Because he’d planned to be in bed with me. My throat tightens. He let his place burn just to have a night with me.
There’s so much hope wrapped up in knowing that. And so much fear. I don’t know how to deal with either. So I do what I always do.
I get on my bike and ride.
• • •
The storage facility is a twenty-four hour place up in Bend. A thirty-minute ride, with Jack at my side all the way. Long enough to turn Croc’s threat over in my head a few times.
Jack’s unit is as big as a two-car garage, with an overhead door wide enough to back a truck into. Jack unlocks the standard swinging door instead. I follow him though as he flips on the light. Though the space is almost packed full there’s not much to see. Neatly stacked crates. A big vehicle covered by a bigger canvas tarp. Jack heads for the south corner, where garment bags hang from a rolling clothes rack. He grabs an empty duffel from a shelf.

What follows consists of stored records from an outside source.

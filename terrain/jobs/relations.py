"""Relations of a counted pair: what it merges into, and a summit's isolation.

Each logged pair carries (:data:`RELATION_FIELDS`):

``elder_region``
    The region (of the DEM as given) holding the birth cell of the
    component the pair's component merges into at its death cell
    (:attr:`terrain.engine.persistence.Pairs.elder`): for a summit its
    *parent*, the feature holding the higher ground its key col leads to
    (the highest summit of the component across the col); for a depression
    the feature it *spills into*, the one holding the deepest pit of the
    component across its spill point. :data:`OFF_RASTER` (-1): the
    overflow leaves the raster (over its edge or into nodata);
    :data:`NO_RELATION` (-2): no merge (the highest summit; a depression
    that never spills); 0: ground that is no region on the DEM as given.
``isolation``
    For peaks, metres from the summit cell to the nearest higher cell
    (:mod:`terrain.engine.isolation`; the geodesic on the WGS84 ellipsoid
    for a geographic CRS), float32; NaN when the raster holds no higher
    cell (the realisation's highest summit) and for depressions. Computed
    only for each region's pair (the largest figure born in it, the one the
    feature tables read, :func:`region_pairs`); NaN for the other pairs.
``isolation_edge``
    Higher ground could lie nearer beyond the raster edge or under nodata
    (always for a summit with no higher cell on the raster). On the DEM as
    given (:class:`Given`) such a summit's isolation is the distance to the
    nearest cell beyond the edge or nodata, a lower bound.

Memory: 9 bytes more per logged pair; per realisation of peaks the max
pyramid of the isolation search (about 0.75 bytes per cell).

References
----------
.. [1] Edelsbrunner, H., Letscher, D., Zomorodian, A. (2002). Topological
   persistence and simplification. Discrete Comput. Geom. 28, 511-533.
   doi:10.1007/s00454-002-2885-2 (elder rule: the younger component merges
   into the elder).
.. [2] Karney, C. F. F. (2013). Algorithms for geodesics. J. Geodesy 87,
   43-55. doi:10.1007/s00190-012-0578-z (pyproj.Geod).
"""

from __future__ import annotations

from dataclasses import dataclass

import numpy as np

from ..engine.isolation import isolation
from ..pairlog import RELATION_FIELDS, log_weights
from ..pairlog import pair_log as _pairs_only

__all__ = ["RELATION_FIELDS", "pair_log", "summit_isolation", "OFF_RASTER", "NO_RELATION", "Given",
           "relation_log", "region_pairs",
           "isolation_m", "given_relations", "labels_at"]

OFF_RASTER = -1
NO_RELATION = -2


@dataclass(frozen=True)
class Given:
    """Relations on the DEM as given, per region (index ``id - 1``): the
    region its own pair merges into (``target``, codes as ``elder_region``),
    and for peaks its isolation in metres and edge-limited flag (NaN / False
    for depressions)."""

    target: np.ndarray
    isolation_m: np.ndarray
    isolation_edge: np.ndarray


def isolation_m(z, cells: np.ndarray, cell_metres, geo_transform, *,
                lower_bound: bool = True) -> tuple[np.ndarray, np.ndarray]:
    """Isolation (metres) and its edge-limited flag of summit ``cells`` of the
    raster ``z`` (:func:`terrain.engine.isolation.isolation`); with a
    geographic ``geo_transform`` (the affine of longitude/latitude degrees) the
    distance to the higher cell found is the geodesic on WGS84 (pyproj). A
    summit with no higher cell on the raster gets the distance to the nearest
    cell beyond the edge or nodata (a lower bound), or NaN without
    ``lower_bound``."""
    dx, dy = cell_metres
    d, c, e = isolation(z, cells, dx, dy)
    if not lower_bound:
        d[c < 0] = np.nan
    if geo_transform is not None and (c >= 0).any():
        from pyproj import Geod

        a, b, x0, dd, ee, y0 = geo_transform
        at = np.flatnonzero(c >= 0)
        nc = z.shape[1]

        def lonlat(flat):
            r, q = np.divmod(flat, nc)
            return a * (q + 0.5) + b * (r + 0.5) + x0, dd * (q + 0.5) + ee * (r + 0.5) + y0

        lon0, lat0 = lonlat(cells[at])
        lon1, lat1 = lonlat(c[at])
        d[at] = Geod(ellps="WGS84").inv(lon0, lat0, lon1, lat1)[2]
    return d, e


def region_pairs(region: np.ndarray, figure: np.ndarray) -> np.ndarray:
    """Mask of each region's pair in one realisation's log: the largest figure
    born in the region (ties: the last in log order), as the feature tables
    count it (:func:`terrain.summary.relations.feature_relations`)."""
    order = np.lexsort((figure, region))
    last = np.ones(order.size, bool)
    last[:-1] = region[order][1:] != region[order][:-1]
    out = np.zeros(region.size, bool)
    out[order[last]] = True
    return out & (region > 0)


def relation_log(p, keep: np.ndarray, region, iso=None, only: np.ndarray | None = None) -> dict:
    """The relation fields (:data:`RELATION_FIELDS`) of the pairs ``p[keep]``;
    ``region(cells)`` gives the DEM's region of cells, ``iso(births)`` the
    isolation and its flag (peaks; None: NaN), computed for the pairs where
    ``only`` is True (default: all; the others get NaN and False)."""
    elder = np.asarray(p.elder[keep], np.int64)
    out = np.full(elder.size, NO_RELATION, np.int32)
    out[elder == -1] = OFF_RASTER
    inside = elder >= 0
    if inside.any():
        out[inside] = region(elder[inside])
    out[p.death[keep] < 0] = NO_RELATION
    dist = np.full(elder.size, np.nan, np.float32)
    edge = np.zeros(elder.size, np.bool_)
    at = np.arange(elder.size) if only is None else np.flatnonzero(only)
    if iso is not None and at.size:
        d, e = iso(np.asarray(p.birth[keep], np.int64)[at])
        dist[at], edge[at] = d.astype(np.float32), e
    return {"elder_region": out, "isolation": dist, "isolation_edge": edge}


def given_relations(z, p, regions, region, cell_metres, geo_transform, peaks: bool) -> Given:
    """:class:`Given` from the pairs ``p`` of the DEM as given (``z``, with
    elders) and its ``regions``; ``region(cells)`` reads their labels."""
    k = len(regions)
    order = np.argsort(p.birth, kind="stable")
    at = order[np.searchsorted(p.birth, regions.birth, sorter=order)] if k else np.empty(0, int)
    rel = relation_log(p, at, region)
    iso_d, iso_e = np.full(k, np.nan), np.zeros(k, bool)
    if peaks and k:
        iso_d, iso_e = isolation_m(z, np.asarray(regions.birth, np.int64), cell_metres,
                                   geo_transform)
    return Given(rel["elder_region"], iso_d, iso_e)


def labels_at(labels, cells: np.ndarray) -> np.ndarray:
    """Region labels (int32) at flat ``cells`` of a label grid: an array, or
    anything read by window (one row read per distinct row; few cells)."""
    cells = np.asarray(cells, np.int64)
    if isinstance(labels, np.ndarray):
        return labels.reshape(-1)[cells].astype(np.int32)
    nc = labels.shape[1]
    rows, cols = np.divmod(cells, nc)
    out = np.empty(cells.size, np.int32)
    for r in np.unique(rows):
        at = rows == r
        out[at] = np.asarray(labels[int(r):int(r) + 1, :])[0, cols[at]]
    return out


def summit_isolation(z, job):
    """``births -> (isolation metres, edge-limited)`` on the realisation ``z``
    (:func:`isolation_m`) for a credit job (its cell sizes and transform)."""
    return lambda b: isolation_m(z, b, job.cell_metres, job.geo_transform, lower_bound=False)


def pair_log(p, death_value: np.ndarray, thr: float, i: int, n_cells: int, region,
             iso=None) -> dict:
    """The pair log (:data:`terrain.pairlog.LOG_FIELDS`) of realisation ``i``: the
    pairs of ``p`` at least ``thr`` persistent, with ``death_value`` for their
    death values and ``region(cells)`` for the unperturbed DEM's region of each
    birth (and of each elder); ``iso(births)`` gives summits' isolation
    (:func:`relation_log`)."""
    log = _pairs_only(p, death_value, thr, i, n_cells, region)
    keep = p.persistence >= thr
    only = region_pairs(log["region"], log_weights(log)) if iso is not None else None
    return {**log, **relation_log(p, keep, region, iso, only)}
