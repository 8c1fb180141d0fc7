"""Jobs: what one realisation computes, and how its results are accumulated.

A job (see :class:`terrain.runner.protocols.Job`) is handed to
:func:`terrain.runner.run_ensemble`, which draws the realisations, runs them
on a backend and folds their results in realisation order.
"""

from .catchments import CatchmentJob
from .credit import CreditJob

__all__ = ["CreditJob", "CatchmentJob"]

“Croc screwed up by burning your place.” Which just sounds like bluster, so I add, “Where was he getting his info about the Riders from? Val. So Croc thinks we’re safe targets.”
“Safe?” Jack grunts like that’s the dumbest thing he ever heard. “That’s because Val doesn’t know shit.”
“About you? No.” But that’s not what I meant. “I mean safe because Val will tell him you don’t have any friends in the club, and there’s still brothers who resent my being patched in. So Croc thinks when the other brothers are weighing his threats against their loyalty to you or me, they’ll cave instead of having our backs. He’s thinking our club is just like his. So he believes that he can burn your place down or that he can beat the shit out of me and no one will really care. But the brothers are ready to go to fucking war for you. They even would for me.”
“
Even
would?” Frowning, he zips up the duffel. “What’s that mean?”
“Just what I said. That if Croc had come after me instead of your shop, they’d have my back.”
“No.” He tosses the bag to the concrete floor and his dark gaze zeroes in on me. “You said ‘even me.’ Like they’d have less reason.”
“Some of them do. C’mon, Jack. There’s a lot of brothers who are uneasy with you but not one would say you don’t belong in the club. And all of them would say that I’ve earned my place, sure. But there’s also some who’d say I still don’t belong, and a beating from the Hangmen would just be what was coming to me for overstepping. ‘What’s she expect, putting herself out like that? Does she think it’s not going to come back and knock her on her ass?’ That’s what they’d say. Hell, that’s what my mom would say, and I know some of them think the same way. And it doesn’t escape my attention that the others Croc threatened today are the brothers who had some problem with my joining the Riders. So if it
had
been me instead of your garage, well…” I shrug. “He thought they’d still look after their own asses first, come Saturday. But they won’t.”
Though his jaw has hardened to granite, Jack doesn’t argue when I finish. Because he’s a lot of things, but he’s not blind. So he only says quietly, “You belong.”
Fuck. That wasn’t what I expected and my chest suddenly squeezes in so tight, I think I might cry again. Swallowing hard, I nod and lock that shit away. But the laugh I come up with is watery and strained, and my voice isn’t nearly as even as I’d like. “As hard as I fought to get in, I fucking hope so.”
My body stills as he moves in, big hand cupping my jaw. His thumb slides over my cheek, his eyes dark and bleak. Remembering those damn tears. But he doesn’t bring them up. Instead he turns away, rubbing the center of his chest like there’s something there that hurts him.
“You need any ammo?” he asks.
I shake my head, breath shuddering as I watch him head down a narrow aisle between stacks of crates. I bet he has a catalog of every item in each crate. He’s obsessive that way. Everything in its place.